In a country where disasters are inevitable, investing in education for disaster risk reduction is investing in our collective future. A degree in Disaster Risk Reduction Management is not just for the individual—it is for the community, the nation, and generations to come. The Philippines doesn’t just need more responders; it needs more educated, empowered, and visionary leaders who can turn vulnerability into resilience.
In the Philippines, disasters are never an alien concept it is a lived reality. It happens every single month sometimes in a form of Earthquakes, Floods, Storm Surge and mostly Typhoons.

In fairness to the Commission on Higher Education this writer attended a Public Consultation on an Associate Degree on Disaster Preparedness Course a good 5 years back

It is my hope that these plans were pursued.

And what exactly are we gaining if we offer and have a course on DRRM:

Policy and Governance The Philippine Disaster Risk Reduction and Management Act (RA 10121) emphasizes the need for institutionalized disaster planning. Graduates can serve as technical experts in local government units, ensuring compliance and innovation in policy execution.

• Education and Awareness Trained professionals can integrate disaster preparedness into schools, workplaces, and communities.

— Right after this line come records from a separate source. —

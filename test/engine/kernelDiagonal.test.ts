import { describe, expect, it } from 'vitest';
import { CompiledPlanBuilder } from '../../src/engine/compiledPlan.js';
import { cloneDensityMatrix } from '../../src/engine/densityMatrix.js';
import { executeCall } from '../../src/engine/kernelCall.js';
import { referenceKernels } from '../../src/engine/kernels.js';
import { krausToSuperoperator } from '../../src/linalg/superoperator.js';
import { diag, type CMatrix } from '../../src/linalg/cmatrix.js';
import { diagonalBins, diagonalTable, type DiagonalMember } from '../../src/plan/diagonalBatch.js';
import { mulberry32, randomDensityMatrix } from './helpers.js';

/** A random diagonal unitary on k qubits (phases e^{iφ}). */
function randomDiagonal(rng: () => number, k: number): CMatrix {
  return diag(Array.from({ length: 1 << k }, () => [Math.cos(6 * rng()), Math.sin(6 * rng())] as [number, number]));
}

describe('diagonal kernel', () => {
  it('two tables over bins A = {0, 2}, B = {1, 3} equal the maps applied one by one (reference kernels)', () => {
    const rng = mulberry32(21);
    const n = 4;
    const members: DiagonalMember[] = [];
    const ops: Array<{ qubits: number[]; kraus: CMatrix[] }> = [
      { qubits: [2, 0], kraus: [randomDiagonal(rng, 2)] },
      { qubits: [1], kraus: [diag([1, Math.sqrt(0.7)]), diag([0, Math.sqrt(0.3)])] }, // phase damping λ = 0.3 (N&C eq. 8.127–8.128)
      { qubits: [3, 1], kraus: [randomDiagonal(rng, 2)] },
      { qubits: [0], kraus: [randomDiagonal(rng, 1)] },
    ];
    for (const o of ops) members.push({ qubits: o.qubits, superop: krausToSuperoperator(o.kraus) });
    const b = new CompiledPlanBuilder(n);
    const offA = b.addNumbers(diagonalTable(members, [0, 2]));
    const offB = b.addNumbers(diagonalTable(members, [1, 3]));
    b.addCall({ kernel: 'diagonal', qubits: [0, 2], qubitsB: [1, 3], off: offA, offB });
    const plan = b.build();
    const rho = randomDensityMatrix(rng, n);
    const ref = cloneDensityMatrix(rho);
    executeCall(rho.data, n, plan.words, plan.starts[0]!, plan.arena, 0, 1);
    for (const o of ops) referenceKernels.applyKraus(ref, o.qubits, o.kraus);
    let w = 0;
    for (let i = 0; i < rho.data.length; i++) w = Math.max(w, Math.abs(rho.data[i]! - ref.data[i]!));
    expect(w).toBeLessThan(1e-12);
  });

  it('diagonalBins keeps members sharing a qubit in one bin and refuses what does not fit', () => {
    const s1 = krausToSuperoperator([diag([1, 1])]);
    const s2 = krausToSuperoperator([diag([1, 1, 1, 1])]);
    const chain: DiagonalMember[] = [0, 1, 2, 3, 4, 5, 6].map((q) => ({ qubits: [q, q + 1], superop: s2 }));
    // a chain over 8 qubits is one component larger than a bin (7)
    expect(diagonalBins(chain)).toBeUndefined();
    const bins = diagonalBins([...chain.slice(0, 3), { qubits: [9], superop: s1 }, { qubits: [10, 12], superop: s2 }]);
    expect(bins).toEqual([[0, 1, 2, 3, 9, 10, 12], []]);
  });
});
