/**
 * Test helpers for the engine: a seeded PRNG and random unitaries / CPTP channels / states.
 * The independent dense mathjs reference lives in ./dense.ts (kept apart so tests that do not
 * need it do not load mathjs).
 */
import type { CMatrix } from '../../src/linalg/cmatrix.js';
import type { DensityMatrix, StateVector } from '../../src/engine/layout.js';
import { gaussian } from '../helpers/random.js';
export { mulberry32, gaussian } from '../helpers/random.js';



/** Random integer in [0, m). */
export function randInt(rng: () => number, m: number): number {
  return Math.floor(rng() * m);
}

/** k distinct qubits of an n-qubit register in random order. */
export function randomTargets(rng: () => number, n: number, k: number): number[] {
  const all = Array.from({ length: n }, (_, i) => i);
  for (let i = n - 1; i > 0; i--) {
    const j = randInt(rng, i + 1);
    [all[i], all[j]] = [all[j]!, all[i]!];
  }
  return all.slice(0, k);
}

/** rows × cols matrix of independent complex Gaussian entries. */
export function randomGaussianMatrix(rng: () => number, rows: number, cols: number): CMatrix {
  const data = new Float64Array(2 * rows * cols);
  for (let i = 0; i < data.length; i++) data[i] = gaussian(rng);
  return { rows, cols, data };
}

/** Orthonormalises the columns of m (modified Gram–Schmidt), giving an isometry V with V†V = I. */
export function orthonormaliseColumns(m: CMatrix): CMatrix {
  const { rows, cols } = m;
  const x = Float64Array.from(m.data);
  for (let j = 0; j < cols; j++) {
    for (let i = 0; i < j; i++) {
      let pr = 0;
      let pi = 0;
      for (let r = 0; r < rows; r++) {
        const ar = x[2 * (r * cols + i)]!;
        const ai = x[2 * (r * cols + i) + 1]!;
        const br = x[2 * (r * cols + j)]!;
        const bi = x[2 * (r * cols + j) + 1]!;
        pr += ar * br + ai * bi;
        pi += ar * bi - ai * br;
      }
      for (let r = 0; r < rows; r++) {
        const ar = x[2 * (r * cols + i)]!;
        const ai = x[2 * (r * cols + i) + 1]!;
        x[2 * (r * cols + j)] -= pr * ar - pi * ai;
        x[2 * (r * cols + j) + 1] -= pr * ai + pi * ar;
      }
    }
    let norm = 0;
    for (let r = 0; r < rows; r++) norm += x[2 * (r * cols + j)]! ** 2 + x[2 * (r * cols + j) + 1]! ** 2;
    norm = Math.sqrt(norm);
    for (let r = 0; r < rows; r++) {
      x[2 * (r * cols + j)] /= norm;
      x[2 * (r * cols + j) + 1] /= norm;
    }
  }
  return { rows, cols, data: x };
}

/** Random d × d unitary: orthonormalised complex Gaussian matrix. */
export function randomUnitary(rng: () => number, d: number): CMatrix {
  return orthonormaliseColumns(randomGaussianMatrix(rng, d, d));
}

/** Random CPTP channel on d dimensions with r Kraus operators: the r d × d blocks of a random (d·r) × d isometry. */
export function randomKraus(rng: () => number, d: number, r: number): CMatrix[] {
  const v = orthonormaliseColumns(randomGaussianMatrix(rng, d * r, d));
  const out: CMatrix[] = [];
  for (let k = 0; k < r; k++) {
    out.push({ rows: d, cols: d, data: v.data.slice(2 * k * d * d, 2 * (k + 1) * d * d) });
  }
  return out;
}

/** Random normalised pure state of n qubits. */
export function randomState(rng: () => number, n: number): StateVector {
  const dim = 1 << n;
  const data = new Float64Array(2 * dim);
  let norm = 0;
  for (let i = 0; i < data.length; i++) {
    data[i] = gaussian(rng);
    norm += data[i]! ** 2;
  }
  for (let i = 0; i < data.length; i++) data[i] /= Math.sqrt(norm);
  return { n, dim, data };
}

/** Random full-rank density matrix G G† / Tr(G G†) of n qubits (G complex Gaussian). */
export function randomDensityMatrix(rng: () => number, n: number): DensityMatrix {
  const dim = 1 << n;
  const g = randomGaussianMatrix(rng, dim, dim);
  const data = new Float64Array(2 * dim * dim);
  let tr = 0;
  for (let r = 0; r < dim; r++) {
    for (let c = 0; c < dim; c++) {
      let sr = 0;
      let si = 0;
      for (let m = 0; m < dim; m++) {
        const ar = g.data[2 * (r * dim + m)]!;
        const ai = g.data[2 * (r * dim + m) + 1]!;
        const br = g.data[2 * (c * dim + m)]!;
        const bi = -g.data[2 * (c * dim + m) + 1]!;
        sr += ar * br - ai * bi;
        si += ar * bi + ai * br;
      }
      data[2 * (r * dim + c)] = sr;
      data[2 * (r * dim + c) + 1] = si;
      if (r === c) tr += sr;
    }
  }
  for (let i = 0; i < data.length; i++) data[i] /= tr;
  return { n, dim, data };
}

/** True when a and b hold the same doubles bit for bit (−0 ≠ +0; ρ views into larger buffers compare only their own bytes). */
export function sameBits(a: Float64Array, b: Float64Array): boolean {
  if (a.length !== b.length) return false;
  return Buffer.compare(Buffer.from(a.buffer, a.byteOffset, a.byteLength), Buffer.from(b.buffer, b.byteOffset, b.byteLength)) === 0;
}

This creates a culture of readiness rather than panic.

• Sustainable Development Disasters derail economic progress. Having experts in DRRM ensures that infrastructure, housing, and livelihood programs are designed with resilience in mind, protecting both lives and investments.

• Global Competitiveness With climate change intensifying disasters worldwide, Filipino graduates in DRRM can contribute not only locally but also internationally, positioning the Philippines as a leader in disaster resilience.

Here in Tacloban, the ground zero of that dreadful Typhoon Haiyan, we are hopeful that we can have, soon ,a full College Degree on Disaster Risk Reduction Management.

Mahinungdanon an kina-adman han pag andam han kalibrehan kontra han kalamidad!